Bleaching tolerance and adaptation


There is heated debate about whether corals can adapt quickly enough to cope with climate change.

AIMS is investigating whether corals have sufficient heritable variation in heat tolerance to adapt to climate change over the next several generations. We are also examining the direct adaptive response to selection in the laboratory.

Genetic adaptation occurs when heritable gene variants (such as genes that confer higher or lower heat tolerance) become more common or rare in a population over generations as a result of natural selection.

Bleaching resistance varies between and within coral species, and depends on many factors associated with the host and their algal symbionts, including:

  • the heat stability of certain membranes in the symbiont cell
  • the ability of the zooxanthellae to dissipate excess light energy
  • the density and dynamics of different symbiont types in coral tissues
  • the amount of photo-protective proteins and anti-oxidant enzymes that the coral can produce.

AIMS is investigating the genes underlying the variation of bleaching resistance in coral by comparing the gene products from corals in warm and cooler environments, and from heat-stressed and non-stressed corals.

Once AIMS has identified the genes underlying these variations, the distribution of gene variants in warm and cooler regions may point to those that confer the highest heat tolerance. This can be tested in aquarium-based studies using colonies with gene variants that are suspected or known to play a role in heat tolerance.
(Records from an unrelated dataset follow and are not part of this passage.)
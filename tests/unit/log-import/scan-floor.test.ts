import fc from "fast-check";
import { describe, expect, it } from "vitest";
import { createScanFloor } from "@/lib/analysis/log-import";
import { encode, expectParsed, formatCsv, makeLog, maxDifference, parseText, splitAt } from "./log-fixtures";

const log = makeLog();
const bytes = encode(formatCsv(log));

function scan(chunks: Uint8Array[]) {
  const floor = createScanFloor({ columnCount: 5, skipLines: 1 });
  for (const chunk of chunks) floor.push(chunk);
  return floor.finish();
}

describe("createScanFloor (the benchmark's floor)", () => {
  it("reads the same numbers as the real parser, to rounding in the last digit", () => {
    const { columns, rows } = scan([bytes]);
    const parsed = expectParsed(parseText(formatCsv(log)));
    expect(rows).toBe(log.length);
    expect(maxDifference(columns[0] as Float64Array, parsed.columns.timeS)).toBeLessThan(1e-9);
    expect(Array.from(columns[1] as Float64Array)).toEqual(Array.from(parsed.columns.cyclerStep as Float64Array));
    expect(maxDifference(columns[2] as Float64Array, parsed.columns.voltageV)).toBeLessThan(1e-12);
    expect(maxDifference(columns[3] as Float64Array, parsed.columns.currentA)).toBeLessThan(1e-12);
    expect(maxDifference(columns[4] as Float64Array, parsed.columns.temperatureC as Float64Array)).toBeLessThan(1e-12);
  });

  it("gives the same columns wherever the bytes are split", () => {
    const whole = scan([bytes]);
    fc.assert(
      fc.property(fc.array(fc.nat({ max: bytes.length }), { maxLength: 20 }), (cuts) => {
        expect(scan(splitAt(bytes, cuts))).toEqual(whole);
      }),
      { numRuns: 12 },
    );
  });

  it("reads a last line without a line break", () => {
    const floor = createScanFloor({ columnCount: 2, skipLines: 1, delimiter: ";" });
    floor.push(encode("a;b\n1.5;-2\n3;4.25"));
    expect(floor.finish()).toEqual({ columns: [Float64Array.of(1.5, 3), Float64Array.of(-2, 4.25)], rows: 2 });
  });
});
Our researchers are also investigating if and how coral parents pass their tolerance on to their offspring. Our research is revealing that temperature-tolerant parents have more tolerant offspring than coral parents less tolerant of high temperatures.

This information can help identify reef coral populations that are either sensitive to or tolerant of bleaching, which will contribute to risk mapping of coral reefs. It can also inform selective breeding of corals and assisted migration of tolerant corals into sensitive populations if this becomes necessary in the future.